@pytest.mark.parametrize("aging_set", ["published", "calibrated"])
def test_lfp_stored_full_life_at_25_and_45_c(aging_set):
    # common practice: LFP stored full reaches 80 % in ~15 y at 25 °C and ~3 y at 45 °C,
    # each within a factor of 2. The 25->45 °C life ratio of the trade figures is 5; the
    # published storage data of the default (Naumann et al. 2018) give 2.4: the band,
    # 2-8, holds both (it was 3-8 when the default was fitted to the trade figures).
    life25 = _storage_years("lfp", 25.0, aging_set=aging_set)
    life45 = _storage_years("lfp", 45.0, aging_set=aging_set)
    assert 7.5 <= life25 <= 30.0
    assert 1.5 <= life45 <= 6.0
    assert 2.0 <= life25 / life45 <= 8.0


def test_lfp_sets_at_one_level_keep_the_small_cells_shape():
    # The default is the large-format cell's own law (tests/test_aging_large_format.py).
    # The set "large-format" keeps the shape of Naumann et al. 2018 at the level Gasper et
    # al. 2023's model of a 250 Ah LFP cell has at one point: 1.712 % lost in a year stored
    # full at 25 °C (computed); Naumann's own level (a 26650 cell) is 6.78 % (the set
    # "published": 8.7 years to 80 %). Above 25 °C both take the heat sensitivity of Wang
    # et al. 2011 (Eq. 5 at C/2: a 25->45 °C life ratio of 4.28, computed), which
    # Swierczynski et al. 2015 supports (4.55); the "naumann" set alone gives AF(45)^2 =
    # exp(2 Ea/R (1/298.15 - 1/318.15)) = 2.38.
    chem = get_chemistry("lfp")
    assert chem.default_aging_set == "large-format-fitted"
    year = age_lanes(chem, np.full((H, 1), 25.0), np.ones((H, 1)), None, 3.55, 1,
                     aging_set="large-format")
    assert float(year.calendar_loss_frac[-1, 0]) == pytest.approx(0.01712, rel=0.01)
    default = _storage_years("lfp", 25.0, years=300, aging_set="large-format") / _storage_years(
        "lfp", 45.0, years=300, aging_set="large-format")
    assert default == pytest.approx(4.28, rel=0.01)
    published = _storage_years("lfp", 25.0, aging_set="published") / _storage_years(
        "lfp", 45.0, aging_set="published")
    assert published == pytest.approx(default, rel=1e-3)
    assert _storage_years("lfp", 25.0, aging_set="published") == pytest.approx(
        _storage_years("lfp", 25.0, aging_set="naumann"))
    naumann = _storage_years("lfp", 25.0, aging_set="naumann") / _storage_years(
        "lfp", 45.0, aging_set="naumann")
    expected = math.exp(2 * 17126.0 / 8.314462618 * (1 / 298.15 - 1 / 318.15))
    assert naumann == pytest.approx(expected, rel=2e-3)
    calibrated = _storage_years("lfp", 25.0, aging_set="calibrated") / _storage_years(
        "lfp", 45.0, aging_set="calibrated")
    assert calibrated == pytest.approx(5.0, rel=0.02)


def test_vrla_float_life_halving():
    # common practice (8 °C halving rule): a 10-year battery at 25 °C lasts about 5 years at 33 °C.
    life25 = _storage_years("vrla", 25.0)
    life33 = _storage_years("vrla", 33.0)
    assert life25 == pytest.approx(10.0, rel=1e-6)
    assert life33 == pytest.approx(5.0, rel=0.05)  # default 8.3 K step (conservative)
    # With the step set to 8 K the rule gives exactly 5 years (configurable step).
    life33_8k = _storage_years("vrla", 33.0, overrides={"calendar.halving_step_k": 8.0})
    assert life33_8k == pytest.approx(5.0, rel=1e-6)


def test_nmc_consumer_set_full_cycle_life():
    # common practice for consumer NMC cells (the "schmalstieg" set, kept selectable): at
    # 4.20 V, full 1 C cycles at 25 °C reach 80 % after 300-500 cycles; a lower charge
    # voltage buys cycles (the rule of practice the set carries; no cited figures for
    # its size, so only the direction is checked).
    n420 = _continuous_cycles("nmc", 4.20, aging_set="schmalstieg")
    n410 = _continuous_cycles("nmc", 4.10, aging_set="schmalstieg")
    assert 300 <= n420 <= 500
    assert n410 > n420


def test_nmc_default_is_stationary_grade():
    # common practice for stationary NMC (modules rated for thousands of cycles): at one
    # cycle a day, 80 % depth, 25 °C and C/2, with calendar fade at full charge included,
    # at least 1,500 cycles to 80 %; the consumer set lasts a fraction of that. The
    # default's calendar law is that of large-format NMC cells (Gasper et al. 2023: 2.45 %
    # a year stored full at 25 °C, geometric mean of two cells' models, held at its
    # end-of-test rate past 1.5 years) and its cycle term is calibrated to 5,000 rated
    # cycles alone (datasheets, from memory): it meets the 1,500, as does the earlier set
    # at the same level on Schmalstieg's t^0.75 ("large-format"). The set at the level of
    # Schmalstieg et al. 2014's consumer cell ("published-storage", 4.4 % a year) does not
    # (about 1,200).
    chem = get_chemistry("nmc")
    assert chem.default_aging_set == "large-format-fitted"
    from planner.aging.profiles import cycling_profile
    soc, current = cycling_profile(1.0, 0.8, 1.0, 0.5)
    cycles = {}
    for aging_set, overrides in (("large-format-fitted", None), ("large-format", None),
                                 ("stationary", None), ("schmalstieg", None),
                                 ("published-storage", None),
                                 ("large-format-fitted", {"calendar.loss_frac_year_ref": 0.0})):
        result = age_lanes(chem, np.full((H, 1), 25.0), soc[:, None], current[:, None], 4.20,
                           30, peak_c_rate=0.5, charge_c_rate=0.5, aging_set=aging_set,
                           overrides=overrides)
        cycles[aging_set, overrides is None] = float(result.years_to_soh(0.8)[0]) * 365
    assert cycles["large-format-fitted", True] >= 1500
    assert cycles["large-format", True] >= 1500
    assert cycles["stationary", True] >= 1500
    assert cycles["published-storage", True] < 1500
    assert cycles["schmalstieg", True] < 0.5 * cycles["large-format-fitted", True]
    assert 4900 <= cycles["large-format-fitted", False] <= 5100


def test_full_depth_cycle_life_by_chemistry():
    # common practice, full-depth cycle life at 25 °C: LFP 1,000-3,000 at least (the
    # published Naumann 2020 cycle fit of a long-lived cell gives several thousand);
    # LTO about 20,000 (checked within x1.5); from memory, AGM datasheets: 250-400.
    assert _continuous_cycles("lfp", years=5) >= 1000
    assert 20000 / 1.5 <= _continuous_cycles("lto", years=10) <= 20000 * 1.5
    assert 250 <= _continuous_cycles("vrla") <= 400


def test_lower_charge_voltage_buys_life_and_costs_capacity():
    # common practice: lower charge voltage, longer life, less usable capacity (NMC).
    chem = get_chemistry("nmc")
    assert chem.usable_fraction(4.1) < chem.usable_fraction(4.2)
    assert _continuous_cycles("nmc", 4.1) > _continuous_cycles("nmc", 4.2)
    # Calendar side: storage at the full SOC of 4.1 V ages slower than at 4.2 V
    # (Schmalstieg 2014: alpha_cap linear in storage voltage).
    slow = _storage_years("nmc", 25.0, soc=chem.usable_fraction(4.1))
    fast = _storage_years("nmc", 25.0, soc=1.0)
    assert slow > fast


def test_higher_c_rate_shortens_cycle_life():
    # common practice: higher discharge rates shorten the cycle life of energy-type cells.
    assert (_continuous_cycles("nmc", c_rate=2.0, aging_set="schmalstieg")
            < _continuous_cycles("nmc", c_rate=1.0, aging_set="schmalstieg"))
    assert _continuous_cycles("lfp", c_rate=2.0) < _continuous_cycles("lfp", c_rate=1.0)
--
Which lines run from the one holding "# (about 1,200)." through the one holding "# (Schmalstieg 2014: alpha_cap" in the records above? Repeat them exactly, both included, and nothing more.

**The completed task:**
    # (about 1,200).
    chem = get_chemistry("nmc")
    assert chem.default_aging_set == "large-format-fitted"
    from planner.aging.profiles import cycling_profile
    soc, current = cycling_profile(1.0, 0.8, 1.0, 0.5)
    cycles = {}
    for aging_set, overrides in (("large-format-fitted", None), ("large-format", None),
                                 ("stationary", None), ("schmalstieg", None),
                                 ("published-storage", None),
                                 ("large-format-fitted", {"calendar.loss_frac_year_ref": 0.0})):
        result = age_lanes(chem, np.full((H, 1), 25.0), soc[:, None], current[:, None], 4.20,
                           30, peak_c_rate=0.5, charge_c_rate=0.5, aging_set=aging_set,
                           overrides=overrides)
        cycles[aging_set, overrides is None] = float(result.years_to_soh(0.8)[0]) * 365
    assert cycles["large-format-fitted", True] >= 1500
    assert cycles["large-format", True] >= 1500
    assert cycles["stationary", True] >= 1500
    assert cycles["published-storage", True] < 1500
    assert cycles["schmalstieg", True] < 0.5 * cycles["large-format-fitted", True]
    assert 4900 <= cycles["large-format-fitted", False] <= 5100


def test_full_depth_cycle_life_by_chemistry():
    # common practice, full-depth cycle life at 25 °C: LFP 1,000-3,000 at least (the
    # published Naumann 2020 cycle fit of a long-lived cell gives several thousand);
    # LTO about 20,000 (checked within x1.5); from memory, AGM datasheets: 250-400.
    assert _continuous_cycles("lfp", years=5) >= 1000
    assert 20000 / 1.5 <= _continuous_cycles("lto", years=10) <= 20000 * 1.5
    assert 250 <= _continuous_cycles("vrla") <= 400


def test_lower_charge_voltage_buys_life_and_costs_capacity():
    # common practice: lower charge voltage, longer life, less usable capacity (NMC).
    chem = get_chemistry("nmc")
    assert chem.usable_fraction(4.1) < chem.usable_fraction(4.2)
    assert _continuous_cycles("nmc", 4.1) > _continuous_cycles("nmc", 4.2)
    # Calendar side: storage at the full SOC of 4.1 V ages slower than at 4.2 V
    # (Schmalstieg 2014: alpha_cap linear in storage voltage).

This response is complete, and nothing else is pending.